> [Exercise objective]
Write out the whole listing without a single alteration.

> [Provided data]
┏━━

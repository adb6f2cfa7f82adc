/**
 * The single-fault review of one trip of a chain: each fault of the catalogue applied alone, the hot junction
 * swept from the cold junction up past the hazard limit, the trip found and classified.
 * @module
 */
import type { MeasurementChain } from "../chain/types.js";
import { _invalidChoice, _requireFinite, _requireInRange, HotjunctionRangeError } from "../errors.js";
import { _checkFault, _resolveFault, type _Alternative, type _ResolveFacts } from "./_faultEffects.js";
import { _buildPlant, _emptyMods, _evaluateSignals, type _Mods, type _Plant, type _PlantFacts } from "./_faultPlant.js";
import { faultCatalogue } from "./faultCatalogue.js";
import type {
  Fault,
  FaultCategory,
  FaultCategoryCounts,
  FaultDetection,
  FaultDetectionMethod,
  FaultReview,
  FaultReviewRow,
  FaultReviewTrip,
  FaultSafety,
  FaultSignals,
  FaultTripEffect,
  ReviewFaultsOptions,
} from "./types.js";

const detectionWords: Readonly<Record<FaultDetectionMethod, string>> = {
  "out-of-range-window": "out-of-range window",
  "open-thermocouple-detection": "open-thermocouple detection",
  "second-comparator": "second comparator",
  "supervisory-reading": "supervisory reading",
};

const methodOrder: readonly FaultDetectionMethod[] = [
  "out-of-range-window",
  "open-thermocouple-detection",
  "second-comparator",
  "supervisory-reading",
];

/** One evaluated point with the second comparator. */
interface Point {
  readonly s: FaultSignals;
  readonly secondTripped: boolean;
  readonly outputTripped: boolean;
}

interface AlternativeResult {
  readonly label: string | undefined;
  readonly immediate: boolean;
  readonly tripC: number | null;
  readonly firstFlagC: ReadonlyMap<FaultDetectionMethod, number>;
}

function fmt(x: number): string {
  const v = x.toFixed(1);
  return v === "-0.0" ? "0.0" : v;
}

function checkDetection(d: unknown, context: string): FaultDetection {
  if (d === undefined) return {};
  if (typeof d !== "object" || d === null) _invalidChoice("detection", d, ["an object"], context);
  const o = d as FaultDetection;
  const ctx = `${context}, detection`;
  const w = o.outOfRangeWindow as Record<string, unknown> | undefined;
  if (w !== undefined) {
    const [lo, hi, unit] = "lowVolts" in w || "highVolts" in w ? ["lowVolts", "highVolts", "V"] : ["lowC", "highC", "°C"];
    const low = _requireFinite(w[lo], `outOfRangeWindow.${lo}`, unit, ctx);
    const high = _requireFinite(w[hi], `outOfRangeWindow.${hi}`, unit, ctx);
    if (!(high > low)) _requireInRange(high, `outOfRangeWindow.${hi}`, low, Infinity, unit, ctx);
  }
  if (o.openThermocoupleDetection !== undefined && typeof o.openThermocoupleDetection !== "boolean") {
    _invalidChoice("openThermocoupleDetection", o.openThermocoupleDetection, ["true", "false"], ctx);
  }
  if (o.secondComparator !== undefined) {
    _requireFinite(o.secondComparator.thresholdC, "secondComparator.thresholdC", "°C", ctx);
    const sr = o.secondComparator.sharesReference;
    if (sr !== undefined && typeof sr !== "boolean") _invalidChoice("secondComparator.sharesReference", sr, ["true", "false"], ctx);
  }
  const sv = o.supervisoryReading;
  if (sv !== undefined) {
    if (sv.plausibleLowC !== undefined) _requireFinite(sv.plausibleLowC, "supervisoryReading.plausibleLowC", "°C", ctx);
    if (sv.plausibleHighC !== undefined) _requireFinite(sv.plausibleHighC, "supervisoryReading.plausibleHighC", "°C", ctx);
    if (sv.toleranceC !== undefined) _requireInRange(sv.toleranceC, "supervisoryReading.toleranceC", 1e-6, 1e4, "°C", ctx);
    for (const key of ["checksDetector", "independentSensor"] as const) {
      if (sv[key] !== undefined && typeof sv[key] !== "boolean") _invalidChoice(`supervisoryReading.${key}`, sv[key], ["true", "false"], ctx);
    }
  }
  return o;
}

┗━━

> [Reply to the exercise]
repository adb6f2cfa7f82adc
/**
 * The single-fault review of one trip of a chain: each fault of the catalogue applied alone, the hot junction
 * swept from the cold junction up past the hazard limit, the trip found and classified.
 * @module
 */
import type { MeasurementChain } from "../chain/types.js";
import { _invalidChoice, _requireFinite, _requireInRange, HotjunctionRangeError } from "../errors.js";
import { _checkFault, _resolveFault, type _Alternative, type _ResolveFacts } from "./_faultEffects.js";
import { _buildPlant, _emptyMods, _evaluateSignals, type _Mods, type _Plant, type _PlantFacts } from "./_faultPlant.js";
import { faultCatalogue } from "./faultCatalogue.js";
import type {
  Fault,
  FaultCategory,
  FaultCategoryCounts,
  FaultDetection,
  FaultDetectionMethod,
  FaultReview,
  FaultReviewRow,
  FaultReviewTrip,
  FaultSafety,
  FaultSignals,
  FaultTripEffect,
  ReviewFaultsOptions,
} from "./types.js";

const detectionWords: Readonly<Record<FaultDetectionMethod, string>> = {
  "out-of-range-window": "out-of-range window",
  "open-thermocouple-detection": "open-thermocouple detection",
  "second-comparator": "second comparator",
  "supervisory-reading": "supervisory reading",
};

const methodOrder: readonly FaultDetectionMethod[] = [
  "out-of-range-window",
  "open-thermocouple-detection",
  "second-comparator",
  "supervisory-reading",
];

/** One evaluated point with the second comparator. */
interface Point {
  readonly s: FaultSignals;
  readonly secondTripped: boolean;
  readonly outputTripped: boolean;
}

interface AlternativeResult {
  readonly label: string | undefined;
  readonly immediate: boolean;
  readonly tripC: number | null;
  readonly firstFlagC: ReadonlyMap<FaultDetectionMethod, number>;
}

function fmt(x: number): string {
  const v = x.toFixed(1);
  return v === "-0.0" ? "0.0" : v;
}

function checkDetection(d: unknown, context: string): FaultDetection {
  if (d === undefined) return {};
  if (typeof d !== "object" || d === null) _invalidChoice("detection", d, ["an object"], context);
  const o = d as FaultDetection;
  const ctx = `${context}, detection`;
  const w = o.outOfRangeWindow as Record<string, unknown> | undefined;
  if (w !== undefined) {
    const [lo, hi, unit] = "lowVolts" in w || "highVolts" in w ? ["lowVolts", "highVolts", "V"] : ["lowC", "highC", "°C"];
    const low = _requireFinite(w[lo], `outOfRangeWindow.${lo}`, unit, ctx);
    const high = _requireFinite(w[hi], `outOfRangeWindow.${hi}`, unit, ctx);
    if (!(high > low)) _requireInRange(high, `outOfRangeWindow.${hi}`, low, Infinity, unit, ctx);
  }
  if (o.openThermocoupleDetection !== undefined && typeof o.openThermocoupleDetection !== "boolean") {
    _invalidChoice("openThermocoupleDetection", o.openThermocoupleDetection, ["true", "false"], ctx);
  }
  if (o.secondComparator !== undefined) {
    _requireFinite(o.secondComparator.thresholdC, "secondComparator.thresholdC", "°C", ctx);
    const sr = o.secondComparator.sharesReference;
    if (sr !== undefined && typeof sr !== "boolean") _invalidChoice("secondComparator.sharesReference", sr, ["true", "false"], ctx);
  }
  const sv = o.supervisoryReading;
  if (sv !== undefined) {
    if (sv.plausibleLowC !== undefined) _requireFinite(sv.plausibleLowC, "supervisoryReading.plausibleLowC", "°C", ctx);
    if (sv.plausibleHighC !== undefined) _requireFinite(sv.plausibleHighC, "supervisoryReading.plausibleHighC", "°C", ctx);
    if (sv.toleranceC !== undefined) _requireInRange(sv.toleranceC, "supervisoryReading.toleranceC", 1e-6, 1e4, "°C", ctx);
    for (const key of ["checksDetector", "independentSensor"] as const) {
      if (sv[key] !== undefined && typeof sv[key] !== "boolean") _invalidChoice(`supervisoryReading.${key}`, sv[key], ["true", "false"], ctx);
    }
  }
  return o;
}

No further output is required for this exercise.